Proposed Office Hours:
Monday 9:15-10:15, Wednesday 9:15-10:15; DEH 242

Text Books/Reading Materials:
Each student is required to have access to one or more of the following textbooks:
(The schedule lists appropriate chapters from the first two textbooks. However, there should be free PDFs available of all of these books and you are welcome to find appropriate chapters from the others. My notes on these and other books are available.)
Cover Image Computational Intelligence: An Introduction, Second Edition, Andries P. Engelbrecht, 2007, Wiley. (ISBN: 978-0-470-03561-0)
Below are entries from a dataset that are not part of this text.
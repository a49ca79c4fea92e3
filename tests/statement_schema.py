"""Checks every signed statement the tool writes against the published JSON Schema of its predicate
(docs/predicate.schema.json) with the `jsonschema` package from PyPI (draft 2020-12), and against
the in-toto Statement v1 layout (in-toto/attestation spec/v1/statement.md)."""

from __future__ import annotations

import base64
import json
from pathlib import Path

import jsonschema

from redact.provenance.predicate import PREDICATE_TYPE
from redact.provenance.statement import parse_statement

SCHEMA_PATH = Path(__file__).resolve().parent.parent / "docs" / "predicate.schema.json"
SCHEMA = json.loads(SCHEMA_PATH.read_text(encoding="utf-8"))
jsonschema.Draft202012Validator.check_schema(SCHEMA)  # the schema itself is valid draft 2020-12
VALIDATOR = jsonschema.Draft202012Validator(SCHEMA)


def envelope_payload(package_dir: Path) -> bytes:
    """The exact signed payload bytes of a package directory's envelope."""
    return base64.b64decode(json.loads((Path(package_dir) / "envelope.json").read_bytes())["payload"])


def check_statement(payload: bytes) -> dict:
    """Assert the payload is an in-toto Statement v1 of our predicate type whose predicate validates
    against the published schema and round-trips byte for byte through the one parser and encoder."""
    st = json.loads(payload)
    assert st["_type"] == "https://in-toto.io/Statement/v1"  # in-toto spec/v1/statement.md
    assert st["predicateType"] == PREDICATE_TYPE
    assert isinstance(st["subject"], list) and st["subject"]
    for s in st["subject"]:
        assert set(s["digest"]) == {"sha256"} and len(s["digest"]["sha256"]) == 64
    VALIDATOR.validate(st["predicate"])  # raises jsonschema.ValidationError naming the field
    assert parse_statement(payload).encode() == payload
    return st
Cover Image Bio-Inspired Artificial Intelligence: Theories, Methods, and Technologies, Dario Floreano and Claudio Mattiussi, 2008, The MIT Press. (ISBN: 978-0-262-06271-8)
Cover Image Computational Intelligence: Synergies of Fuzzy Logic, Neural Networks, and Evolutionary Computation, Nazmul Siddique and Hojjat Adeli, 2013, Wiley. (ISBN 978-1-118-33784-4)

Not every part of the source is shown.